- **Exercise description**:
Among the records that follow, find the line with "with the data" and the line with "from glassbox.files import read_toml". Set down those lines and all lines between them exactly, without adding anything.

---- Input for this task

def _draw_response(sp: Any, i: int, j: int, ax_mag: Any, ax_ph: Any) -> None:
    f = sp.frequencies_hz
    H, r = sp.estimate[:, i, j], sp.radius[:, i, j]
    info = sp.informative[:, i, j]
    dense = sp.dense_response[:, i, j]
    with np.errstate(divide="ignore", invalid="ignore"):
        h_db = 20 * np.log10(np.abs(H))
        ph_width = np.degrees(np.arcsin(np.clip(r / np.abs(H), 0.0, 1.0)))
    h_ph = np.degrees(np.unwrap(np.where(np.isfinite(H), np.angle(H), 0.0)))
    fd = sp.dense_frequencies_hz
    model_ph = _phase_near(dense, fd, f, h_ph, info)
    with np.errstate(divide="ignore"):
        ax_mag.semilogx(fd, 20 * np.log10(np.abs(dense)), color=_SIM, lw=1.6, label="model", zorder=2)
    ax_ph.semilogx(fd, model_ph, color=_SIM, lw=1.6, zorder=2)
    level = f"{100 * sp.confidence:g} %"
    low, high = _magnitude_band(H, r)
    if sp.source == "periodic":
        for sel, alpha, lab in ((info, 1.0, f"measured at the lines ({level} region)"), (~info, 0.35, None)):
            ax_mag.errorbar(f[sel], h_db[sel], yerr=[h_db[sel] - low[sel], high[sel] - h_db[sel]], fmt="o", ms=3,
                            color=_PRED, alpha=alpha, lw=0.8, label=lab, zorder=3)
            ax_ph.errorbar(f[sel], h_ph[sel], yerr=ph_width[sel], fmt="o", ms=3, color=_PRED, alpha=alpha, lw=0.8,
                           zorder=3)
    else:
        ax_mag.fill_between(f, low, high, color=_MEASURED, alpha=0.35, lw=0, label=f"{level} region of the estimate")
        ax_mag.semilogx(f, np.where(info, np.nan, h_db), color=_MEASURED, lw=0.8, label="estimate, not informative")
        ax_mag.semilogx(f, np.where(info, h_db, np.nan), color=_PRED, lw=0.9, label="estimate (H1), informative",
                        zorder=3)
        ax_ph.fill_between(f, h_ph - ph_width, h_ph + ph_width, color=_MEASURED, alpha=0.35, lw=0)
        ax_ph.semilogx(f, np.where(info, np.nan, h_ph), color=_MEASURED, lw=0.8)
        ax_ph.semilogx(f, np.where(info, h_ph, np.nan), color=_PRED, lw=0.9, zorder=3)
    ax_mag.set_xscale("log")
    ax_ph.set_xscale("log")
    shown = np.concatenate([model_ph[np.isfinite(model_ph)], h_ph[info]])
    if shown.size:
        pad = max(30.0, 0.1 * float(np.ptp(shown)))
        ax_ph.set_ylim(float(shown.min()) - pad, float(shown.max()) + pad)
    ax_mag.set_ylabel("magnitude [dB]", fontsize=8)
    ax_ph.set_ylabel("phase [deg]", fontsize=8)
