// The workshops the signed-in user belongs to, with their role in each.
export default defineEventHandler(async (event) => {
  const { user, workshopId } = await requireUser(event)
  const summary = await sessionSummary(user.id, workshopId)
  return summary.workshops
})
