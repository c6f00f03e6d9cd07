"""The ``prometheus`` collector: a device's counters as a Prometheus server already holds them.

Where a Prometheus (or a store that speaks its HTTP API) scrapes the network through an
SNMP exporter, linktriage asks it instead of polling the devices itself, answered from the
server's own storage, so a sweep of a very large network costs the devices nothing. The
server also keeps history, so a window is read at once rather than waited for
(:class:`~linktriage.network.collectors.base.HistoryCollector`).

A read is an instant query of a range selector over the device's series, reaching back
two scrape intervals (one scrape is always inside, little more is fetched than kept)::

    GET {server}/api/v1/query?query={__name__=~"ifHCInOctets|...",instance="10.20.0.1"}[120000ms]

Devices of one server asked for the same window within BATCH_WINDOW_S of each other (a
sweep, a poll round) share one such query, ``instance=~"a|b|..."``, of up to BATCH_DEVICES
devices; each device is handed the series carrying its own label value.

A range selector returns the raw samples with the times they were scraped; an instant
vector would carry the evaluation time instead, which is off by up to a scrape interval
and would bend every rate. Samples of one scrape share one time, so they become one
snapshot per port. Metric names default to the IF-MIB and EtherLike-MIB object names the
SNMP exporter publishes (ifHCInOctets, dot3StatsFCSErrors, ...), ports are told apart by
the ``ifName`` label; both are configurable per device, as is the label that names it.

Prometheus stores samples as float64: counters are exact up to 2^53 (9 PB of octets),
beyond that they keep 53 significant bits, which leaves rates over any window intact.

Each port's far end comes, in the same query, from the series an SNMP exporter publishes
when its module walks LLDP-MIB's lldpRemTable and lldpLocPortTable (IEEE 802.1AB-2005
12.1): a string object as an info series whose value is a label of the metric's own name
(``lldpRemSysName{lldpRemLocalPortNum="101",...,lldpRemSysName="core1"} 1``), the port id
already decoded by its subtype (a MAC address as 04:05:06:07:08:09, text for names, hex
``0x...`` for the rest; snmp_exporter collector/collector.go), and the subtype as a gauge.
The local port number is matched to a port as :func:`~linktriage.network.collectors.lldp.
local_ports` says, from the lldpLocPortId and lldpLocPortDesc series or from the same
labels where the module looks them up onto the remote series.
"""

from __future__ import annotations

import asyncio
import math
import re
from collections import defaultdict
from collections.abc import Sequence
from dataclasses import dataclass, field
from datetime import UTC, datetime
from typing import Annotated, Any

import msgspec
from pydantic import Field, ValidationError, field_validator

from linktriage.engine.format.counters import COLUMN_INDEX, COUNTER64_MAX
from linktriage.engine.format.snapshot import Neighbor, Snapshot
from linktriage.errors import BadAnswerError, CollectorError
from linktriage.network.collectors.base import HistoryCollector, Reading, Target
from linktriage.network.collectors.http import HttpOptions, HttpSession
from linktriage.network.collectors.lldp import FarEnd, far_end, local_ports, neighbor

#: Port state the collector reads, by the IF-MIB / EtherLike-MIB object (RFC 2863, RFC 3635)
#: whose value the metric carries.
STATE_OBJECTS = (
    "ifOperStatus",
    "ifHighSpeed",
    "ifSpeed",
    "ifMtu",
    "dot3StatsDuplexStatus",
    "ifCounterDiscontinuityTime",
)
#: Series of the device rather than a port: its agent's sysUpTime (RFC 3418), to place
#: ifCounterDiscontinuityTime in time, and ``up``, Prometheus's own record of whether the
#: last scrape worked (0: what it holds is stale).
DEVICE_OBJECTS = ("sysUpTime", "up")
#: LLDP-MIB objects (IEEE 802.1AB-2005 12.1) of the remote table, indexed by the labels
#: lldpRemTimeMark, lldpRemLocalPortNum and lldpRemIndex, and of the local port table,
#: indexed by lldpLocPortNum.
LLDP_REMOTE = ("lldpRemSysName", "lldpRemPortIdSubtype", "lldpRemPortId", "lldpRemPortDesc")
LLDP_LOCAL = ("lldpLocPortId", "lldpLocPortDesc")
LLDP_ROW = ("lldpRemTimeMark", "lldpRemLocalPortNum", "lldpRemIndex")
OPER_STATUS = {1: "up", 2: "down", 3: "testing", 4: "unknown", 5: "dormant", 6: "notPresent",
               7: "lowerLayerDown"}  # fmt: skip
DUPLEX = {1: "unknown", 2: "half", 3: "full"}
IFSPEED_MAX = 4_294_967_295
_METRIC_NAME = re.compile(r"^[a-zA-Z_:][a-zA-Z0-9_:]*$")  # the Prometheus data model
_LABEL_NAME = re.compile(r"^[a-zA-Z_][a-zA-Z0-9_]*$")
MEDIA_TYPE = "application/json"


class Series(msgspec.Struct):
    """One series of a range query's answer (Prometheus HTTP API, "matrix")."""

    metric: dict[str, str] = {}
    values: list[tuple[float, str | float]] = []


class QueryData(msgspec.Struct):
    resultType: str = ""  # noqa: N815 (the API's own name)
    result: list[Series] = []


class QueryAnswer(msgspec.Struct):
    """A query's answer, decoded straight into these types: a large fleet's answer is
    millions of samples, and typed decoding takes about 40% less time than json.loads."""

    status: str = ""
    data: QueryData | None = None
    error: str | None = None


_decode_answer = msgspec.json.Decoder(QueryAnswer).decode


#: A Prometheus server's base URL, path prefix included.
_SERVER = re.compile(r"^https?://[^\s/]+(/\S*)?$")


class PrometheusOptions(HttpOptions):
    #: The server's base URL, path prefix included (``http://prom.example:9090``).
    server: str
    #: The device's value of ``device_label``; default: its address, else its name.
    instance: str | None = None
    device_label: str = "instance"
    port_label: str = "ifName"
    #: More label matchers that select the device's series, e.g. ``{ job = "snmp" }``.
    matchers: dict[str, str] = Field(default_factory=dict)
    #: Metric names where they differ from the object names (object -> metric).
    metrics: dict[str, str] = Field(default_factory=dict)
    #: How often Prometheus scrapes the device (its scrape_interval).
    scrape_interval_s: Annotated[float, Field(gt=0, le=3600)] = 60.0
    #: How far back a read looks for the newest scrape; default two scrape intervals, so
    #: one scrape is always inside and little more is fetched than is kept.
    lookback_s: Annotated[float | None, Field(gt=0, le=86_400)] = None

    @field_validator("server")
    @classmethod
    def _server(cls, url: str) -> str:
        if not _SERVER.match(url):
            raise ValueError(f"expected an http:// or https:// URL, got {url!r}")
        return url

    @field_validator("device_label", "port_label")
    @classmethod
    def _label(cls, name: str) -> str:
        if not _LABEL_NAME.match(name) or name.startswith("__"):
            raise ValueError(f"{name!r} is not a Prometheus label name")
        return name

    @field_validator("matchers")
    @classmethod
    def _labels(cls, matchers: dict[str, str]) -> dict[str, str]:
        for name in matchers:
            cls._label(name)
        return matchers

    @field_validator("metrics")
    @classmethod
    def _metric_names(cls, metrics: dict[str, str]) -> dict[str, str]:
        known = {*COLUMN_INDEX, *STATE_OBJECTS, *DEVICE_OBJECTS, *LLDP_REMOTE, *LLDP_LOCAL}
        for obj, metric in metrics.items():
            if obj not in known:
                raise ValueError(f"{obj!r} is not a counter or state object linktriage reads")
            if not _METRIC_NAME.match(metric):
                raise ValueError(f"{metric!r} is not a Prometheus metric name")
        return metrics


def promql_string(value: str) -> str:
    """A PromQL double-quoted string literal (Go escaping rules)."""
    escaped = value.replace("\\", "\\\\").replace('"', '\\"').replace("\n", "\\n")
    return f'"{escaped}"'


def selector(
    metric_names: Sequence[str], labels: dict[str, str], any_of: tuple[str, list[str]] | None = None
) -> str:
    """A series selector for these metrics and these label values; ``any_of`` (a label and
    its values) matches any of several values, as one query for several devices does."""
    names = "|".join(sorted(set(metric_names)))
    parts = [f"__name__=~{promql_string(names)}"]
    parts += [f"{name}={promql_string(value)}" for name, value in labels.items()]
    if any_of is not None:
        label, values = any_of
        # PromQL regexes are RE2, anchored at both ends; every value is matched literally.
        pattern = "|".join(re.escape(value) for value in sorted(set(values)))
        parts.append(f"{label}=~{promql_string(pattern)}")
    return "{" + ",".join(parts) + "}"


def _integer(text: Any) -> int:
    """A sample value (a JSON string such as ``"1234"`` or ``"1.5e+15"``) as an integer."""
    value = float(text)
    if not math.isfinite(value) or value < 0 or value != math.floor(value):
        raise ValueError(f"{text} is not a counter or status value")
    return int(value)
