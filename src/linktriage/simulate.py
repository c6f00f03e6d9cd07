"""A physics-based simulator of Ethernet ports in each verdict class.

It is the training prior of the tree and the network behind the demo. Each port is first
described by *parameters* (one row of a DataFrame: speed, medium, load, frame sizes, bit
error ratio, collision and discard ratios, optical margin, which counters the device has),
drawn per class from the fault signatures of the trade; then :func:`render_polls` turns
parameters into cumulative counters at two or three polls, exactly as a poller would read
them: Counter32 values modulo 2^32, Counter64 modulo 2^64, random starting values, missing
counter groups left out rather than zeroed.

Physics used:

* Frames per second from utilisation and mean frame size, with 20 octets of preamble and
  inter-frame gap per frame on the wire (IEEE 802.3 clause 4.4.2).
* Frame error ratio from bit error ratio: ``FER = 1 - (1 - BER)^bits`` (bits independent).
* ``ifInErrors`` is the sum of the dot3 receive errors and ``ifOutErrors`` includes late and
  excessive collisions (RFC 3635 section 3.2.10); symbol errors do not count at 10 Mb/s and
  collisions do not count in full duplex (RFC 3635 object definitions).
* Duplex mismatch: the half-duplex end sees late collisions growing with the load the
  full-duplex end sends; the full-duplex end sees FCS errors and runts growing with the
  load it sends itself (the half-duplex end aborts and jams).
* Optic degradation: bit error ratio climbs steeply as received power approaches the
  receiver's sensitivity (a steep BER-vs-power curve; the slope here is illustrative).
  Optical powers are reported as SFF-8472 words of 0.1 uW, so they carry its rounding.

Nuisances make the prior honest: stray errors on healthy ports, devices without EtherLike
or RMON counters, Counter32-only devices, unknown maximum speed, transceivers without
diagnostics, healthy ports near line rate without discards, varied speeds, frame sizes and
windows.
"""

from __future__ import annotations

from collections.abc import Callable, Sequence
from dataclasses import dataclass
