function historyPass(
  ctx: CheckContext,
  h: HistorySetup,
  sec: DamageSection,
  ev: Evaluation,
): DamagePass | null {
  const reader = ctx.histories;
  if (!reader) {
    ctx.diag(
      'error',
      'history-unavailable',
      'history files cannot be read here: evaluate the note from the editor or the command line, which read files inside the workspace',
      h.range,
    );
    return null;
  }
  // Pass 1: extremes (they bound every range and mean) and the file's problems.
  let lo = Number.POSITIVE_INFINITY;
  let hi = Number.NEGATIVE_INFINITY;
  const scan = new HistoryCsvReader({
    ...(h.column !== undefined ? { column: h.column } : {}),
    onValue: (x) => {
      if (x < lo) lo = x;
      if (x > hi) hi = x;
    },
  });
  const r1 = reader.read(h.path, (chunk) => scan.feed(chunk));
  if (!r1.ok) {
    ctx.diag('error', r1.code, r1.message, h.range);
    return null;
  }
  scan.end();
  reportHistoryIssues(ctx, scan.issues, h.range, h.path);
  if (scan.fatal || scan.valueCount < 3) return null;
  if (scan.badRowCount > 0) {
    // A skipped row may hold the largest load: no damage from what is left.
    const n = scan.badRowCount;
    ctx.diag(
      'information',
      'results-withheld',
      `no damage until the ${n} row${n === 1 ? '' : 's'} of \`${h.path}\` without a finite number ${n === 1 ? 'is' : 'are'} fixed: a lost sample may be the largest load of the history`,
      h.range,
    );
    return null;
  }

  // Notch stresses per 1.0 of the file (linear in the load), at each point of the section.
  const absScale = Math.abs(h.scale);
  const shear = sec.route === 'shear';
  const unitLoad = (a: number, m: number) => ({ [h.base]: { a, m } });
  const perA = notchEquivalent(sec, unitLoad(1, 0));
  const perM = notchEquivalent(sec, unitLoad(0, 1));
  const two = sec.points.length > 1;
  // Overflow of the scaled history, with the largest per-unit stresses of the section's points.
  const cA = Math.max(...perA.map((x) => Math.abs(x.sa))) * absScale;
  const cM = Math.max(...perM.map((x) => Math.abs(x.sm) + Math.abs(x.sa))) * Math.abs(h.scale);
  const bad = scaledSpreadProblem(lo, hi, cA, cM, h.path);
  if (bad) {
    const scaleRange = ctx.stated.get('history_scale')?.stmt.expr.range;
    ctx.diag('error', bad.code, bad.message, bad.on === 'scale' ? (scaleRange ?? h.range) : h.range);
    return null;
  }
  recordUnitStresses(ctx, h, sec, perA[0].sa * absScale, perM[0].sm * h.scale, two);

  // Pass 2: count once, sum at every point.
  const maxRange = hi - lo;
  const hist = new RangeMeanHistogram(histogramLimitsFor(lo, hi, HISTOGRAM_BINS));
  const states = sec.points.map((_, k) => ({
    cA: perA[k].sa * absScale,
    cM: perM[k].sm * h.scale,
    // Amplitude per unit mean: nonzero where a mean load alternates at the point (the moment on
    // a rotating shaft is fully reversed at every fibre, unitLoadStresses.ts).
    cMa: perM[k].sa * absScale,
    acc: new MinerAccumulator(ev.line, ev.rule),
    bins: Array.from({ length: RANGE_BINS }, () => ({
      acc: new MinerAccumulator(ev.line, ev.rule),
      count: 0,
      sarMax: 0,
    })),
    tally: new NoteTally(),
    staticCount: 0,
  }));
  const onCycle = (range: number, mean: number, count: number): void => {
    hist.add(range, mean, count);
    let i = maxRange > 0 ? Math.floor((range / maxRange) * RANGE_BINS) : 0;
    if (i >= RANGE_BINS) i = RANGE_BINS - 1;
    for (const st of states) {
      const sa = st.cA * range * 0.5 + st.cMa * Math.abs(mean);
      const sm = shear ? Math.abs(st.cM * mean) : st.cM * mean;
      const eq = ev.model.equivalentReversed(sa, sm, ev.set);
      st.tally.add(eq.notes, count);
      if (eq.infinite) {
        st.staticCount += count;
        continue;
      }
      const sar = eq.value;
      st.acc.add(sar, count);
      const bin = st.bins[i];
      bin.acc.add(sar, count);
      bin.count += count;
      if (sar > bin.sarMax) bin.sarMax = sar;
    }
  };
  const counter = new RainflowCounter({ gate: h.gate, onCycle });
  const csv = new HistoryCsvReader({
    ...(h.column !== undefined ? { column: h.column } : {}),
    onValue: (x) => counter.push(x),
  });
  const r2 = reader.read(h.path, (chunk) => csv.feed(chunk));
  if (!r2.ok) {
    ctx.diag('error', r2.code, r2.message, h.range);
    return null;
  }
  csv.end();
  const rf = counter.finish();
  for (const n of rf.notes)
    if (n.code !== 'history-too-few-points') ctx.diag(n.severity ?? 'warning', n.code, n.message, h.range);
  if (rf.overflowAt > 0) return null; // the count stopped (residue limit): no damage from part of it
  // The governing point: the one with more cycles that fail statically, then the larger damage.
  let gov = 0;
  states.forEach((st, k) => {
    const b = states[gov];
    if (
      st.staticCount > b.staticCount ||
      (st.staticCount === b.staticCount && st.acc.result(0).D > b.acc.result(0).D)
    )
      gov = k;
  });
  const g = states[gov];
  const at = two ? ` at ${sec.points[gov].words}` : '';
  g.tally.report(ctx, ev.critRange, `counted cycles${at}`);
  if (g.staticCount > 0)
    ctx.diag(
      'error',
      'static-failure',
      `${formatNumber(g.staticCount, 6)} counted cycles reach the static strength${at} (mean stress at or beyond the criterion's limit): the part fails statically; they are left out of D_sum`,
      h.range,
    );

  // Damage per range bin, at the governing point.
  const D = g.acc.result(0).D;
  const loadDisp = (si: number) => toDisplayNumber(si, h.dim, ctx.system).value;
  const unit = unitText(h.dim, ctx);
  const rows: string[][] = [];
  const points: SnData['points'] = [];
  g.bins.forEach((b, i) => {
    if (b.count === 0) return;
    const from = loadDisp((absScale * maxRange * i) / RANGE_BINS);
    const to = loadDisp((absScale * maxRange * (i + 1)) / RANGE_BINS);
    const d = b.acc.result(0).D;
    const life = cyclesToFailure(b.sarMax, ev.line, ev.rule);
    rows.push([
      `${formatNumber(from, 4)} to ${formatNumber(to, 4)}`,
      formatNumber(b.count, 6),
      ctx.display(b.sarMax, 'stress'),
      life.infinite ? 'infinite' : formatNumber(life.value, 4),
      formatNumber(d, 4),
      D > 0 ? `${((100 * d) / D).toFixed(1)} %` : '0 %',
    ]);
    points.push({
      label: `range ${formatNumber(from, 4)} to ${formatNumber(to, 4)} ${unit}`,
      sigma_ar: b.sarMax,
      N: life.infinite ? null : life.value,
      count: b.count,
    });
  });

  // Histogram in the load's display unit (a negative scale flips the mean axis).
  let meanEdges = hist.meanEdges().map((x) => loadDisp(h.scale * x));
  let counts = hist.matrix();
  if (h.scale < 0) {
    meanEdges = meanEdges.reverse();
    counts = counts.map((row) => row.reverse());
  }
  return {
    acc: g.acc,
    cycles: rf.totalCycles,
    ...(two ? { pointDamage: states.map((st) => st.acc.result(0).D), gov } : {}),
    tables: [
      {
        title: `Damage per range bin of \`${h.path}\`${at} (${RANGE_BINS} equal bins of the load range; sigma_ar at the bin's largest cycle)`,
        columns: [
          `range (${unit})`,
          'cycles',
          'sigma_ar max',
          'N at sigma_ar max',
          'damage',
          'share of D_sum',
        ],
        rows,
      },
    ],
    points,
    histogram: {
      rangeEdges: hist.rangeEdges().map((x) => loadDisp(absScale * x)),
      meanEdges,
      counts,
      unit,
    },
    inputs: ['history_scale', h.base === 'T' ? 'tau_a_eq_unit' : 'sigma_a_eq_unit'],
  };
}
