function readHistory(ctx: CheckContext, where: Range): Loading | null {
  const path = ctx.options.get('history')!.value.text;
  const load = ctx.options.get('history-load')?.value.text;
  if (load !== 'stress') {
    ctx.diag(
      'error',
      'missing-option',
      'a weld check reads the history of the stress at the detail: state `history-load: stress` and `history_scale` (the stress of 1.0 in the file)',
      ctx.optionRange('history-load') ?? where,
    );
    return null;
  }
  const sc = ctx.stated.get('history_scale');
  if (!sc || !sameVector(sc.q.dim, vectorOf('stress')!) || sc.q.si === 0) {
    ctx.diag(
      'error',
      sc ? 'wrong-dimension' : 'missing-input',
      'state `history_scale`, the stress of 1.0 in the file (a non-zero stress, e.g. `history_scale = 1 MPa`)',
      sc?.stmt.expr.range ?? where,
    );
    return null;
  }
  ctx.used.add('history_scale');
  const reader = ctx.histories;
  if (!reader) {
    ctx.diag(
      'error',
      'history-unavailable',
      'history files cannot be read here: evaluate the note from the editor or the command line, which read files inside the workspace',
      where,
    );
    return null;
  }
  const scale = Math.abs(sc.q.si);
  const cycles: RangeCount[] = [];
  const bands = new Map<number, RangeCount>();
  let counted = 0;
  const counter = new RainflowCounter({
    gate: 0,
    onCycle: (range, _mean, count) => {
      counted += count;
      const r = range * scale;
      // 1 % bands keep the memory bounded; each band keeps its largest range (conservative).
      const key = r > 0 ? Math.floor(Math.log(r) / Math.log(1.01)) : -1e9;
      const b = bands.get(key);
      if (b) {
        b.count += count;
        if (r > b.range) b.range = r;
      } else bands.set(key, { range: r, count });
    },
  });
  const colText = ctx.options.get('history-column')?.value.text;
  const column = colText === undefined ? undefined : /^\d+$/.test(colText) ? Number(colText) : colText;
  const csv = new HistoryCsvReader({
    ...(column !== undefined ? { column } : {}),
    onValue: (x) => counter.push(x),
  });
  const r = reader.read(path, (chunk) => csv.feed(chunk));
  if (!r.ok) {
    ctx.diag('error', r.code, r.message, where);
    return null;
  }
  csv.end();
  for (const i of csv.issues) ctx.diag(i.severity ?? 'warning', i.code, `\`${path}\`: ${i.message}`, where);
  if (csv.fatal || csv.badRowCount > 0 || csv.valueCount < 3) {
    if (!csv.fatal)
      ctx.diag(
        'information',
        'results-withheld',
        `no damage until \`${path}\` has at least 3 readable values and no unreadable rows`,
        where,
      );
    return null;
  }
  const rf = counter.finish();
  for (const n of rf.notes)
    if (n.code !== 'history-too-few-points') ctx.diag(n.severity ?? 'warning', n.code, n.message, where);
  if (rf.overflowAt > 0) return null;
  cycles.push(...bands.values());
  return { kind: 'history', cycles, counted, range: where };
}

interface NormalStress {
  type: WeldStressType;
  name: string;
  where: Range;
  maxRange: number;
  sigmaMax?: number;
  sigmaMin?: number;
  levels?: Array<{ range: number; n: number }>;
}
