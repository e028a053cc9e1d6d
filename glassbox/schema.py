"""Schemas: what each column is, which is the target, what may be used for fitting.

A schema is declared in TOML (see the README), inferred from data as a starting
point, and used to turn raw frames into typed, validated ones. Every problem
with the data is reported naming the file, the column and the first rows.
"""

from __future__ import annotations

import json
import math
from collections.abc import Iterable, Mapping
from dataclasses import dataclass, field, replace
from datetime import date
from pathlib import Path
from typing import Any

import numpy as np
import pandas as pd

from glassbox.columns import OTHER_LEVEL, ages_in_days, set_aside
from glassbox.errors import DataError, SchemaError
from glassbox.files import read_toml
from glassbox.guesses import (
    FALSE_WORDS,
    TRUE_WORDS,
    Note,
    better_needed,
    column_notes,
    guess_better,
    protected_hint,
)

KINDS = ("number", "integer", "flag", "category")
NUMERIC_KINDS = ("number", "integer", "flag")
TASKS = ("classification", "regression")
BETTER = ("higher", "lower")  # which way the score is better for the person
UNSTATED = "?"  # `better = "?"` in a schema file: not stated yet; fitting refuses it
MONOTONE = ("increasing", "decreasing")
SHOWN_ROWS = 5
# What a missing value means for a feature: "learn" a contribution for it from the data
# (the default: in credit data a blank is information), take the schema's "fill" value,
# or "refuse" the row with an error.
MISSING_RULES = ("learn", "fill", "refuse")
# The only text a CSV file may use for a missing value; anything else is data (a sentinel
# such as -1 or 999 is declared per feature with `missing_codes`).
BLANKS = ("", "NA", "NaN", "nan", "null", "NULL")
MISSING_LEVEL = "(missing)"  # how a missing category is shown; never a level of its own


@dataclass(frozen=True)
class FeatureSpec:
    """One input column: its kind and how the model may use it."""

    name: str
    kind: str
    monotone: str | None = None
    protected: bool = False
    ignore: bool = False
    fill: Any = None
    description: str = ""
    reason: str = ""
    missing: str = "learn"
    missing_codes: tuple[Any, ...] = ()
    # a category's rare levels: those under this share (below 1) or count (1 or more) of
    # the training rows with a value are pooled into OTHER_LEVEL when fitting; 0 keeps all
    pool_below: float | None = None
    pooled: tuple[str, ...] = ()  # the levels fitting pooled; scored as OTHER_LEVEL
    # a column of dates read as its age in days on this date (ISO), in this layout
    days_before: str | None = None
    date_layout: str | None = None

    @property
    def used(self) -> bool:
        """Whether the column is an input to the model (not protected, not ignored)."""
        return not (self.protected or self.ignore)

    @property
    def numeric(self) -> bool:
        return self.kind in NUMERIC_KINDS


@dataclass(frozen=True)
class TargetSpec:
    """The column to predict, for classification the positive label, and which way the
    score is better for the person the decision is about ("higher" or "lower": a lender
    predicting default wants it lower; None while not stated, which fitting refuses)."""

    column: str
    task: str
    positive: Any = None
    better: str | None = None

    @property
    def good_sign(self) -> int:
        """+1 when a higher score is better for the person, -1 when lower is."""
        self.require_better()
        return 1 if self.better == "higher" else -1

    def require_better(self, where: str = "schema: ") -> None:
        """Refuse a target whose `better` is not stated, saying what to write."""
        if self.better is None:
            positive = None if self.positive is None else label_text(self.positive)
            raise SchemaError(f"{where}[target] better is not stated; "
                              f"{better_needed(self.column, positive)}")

--------

- **Completed exercise**:
with the data is reported naming the file, the column and the first rows.
"""

from __future__ import annotations

import json
import math
from collections.abc import Iterable, Mapping
from dataclasses import dataclass, field, replace
from datetime import date
from pathlib import Path
from typing import Any

import numpy as np
import pandas as pd

from glassbox.columns import OTHER_LEVEL, ages_in_days, set_aside
from glassbox.errors import DataError, SchemaError
from glassbox.files import read_toml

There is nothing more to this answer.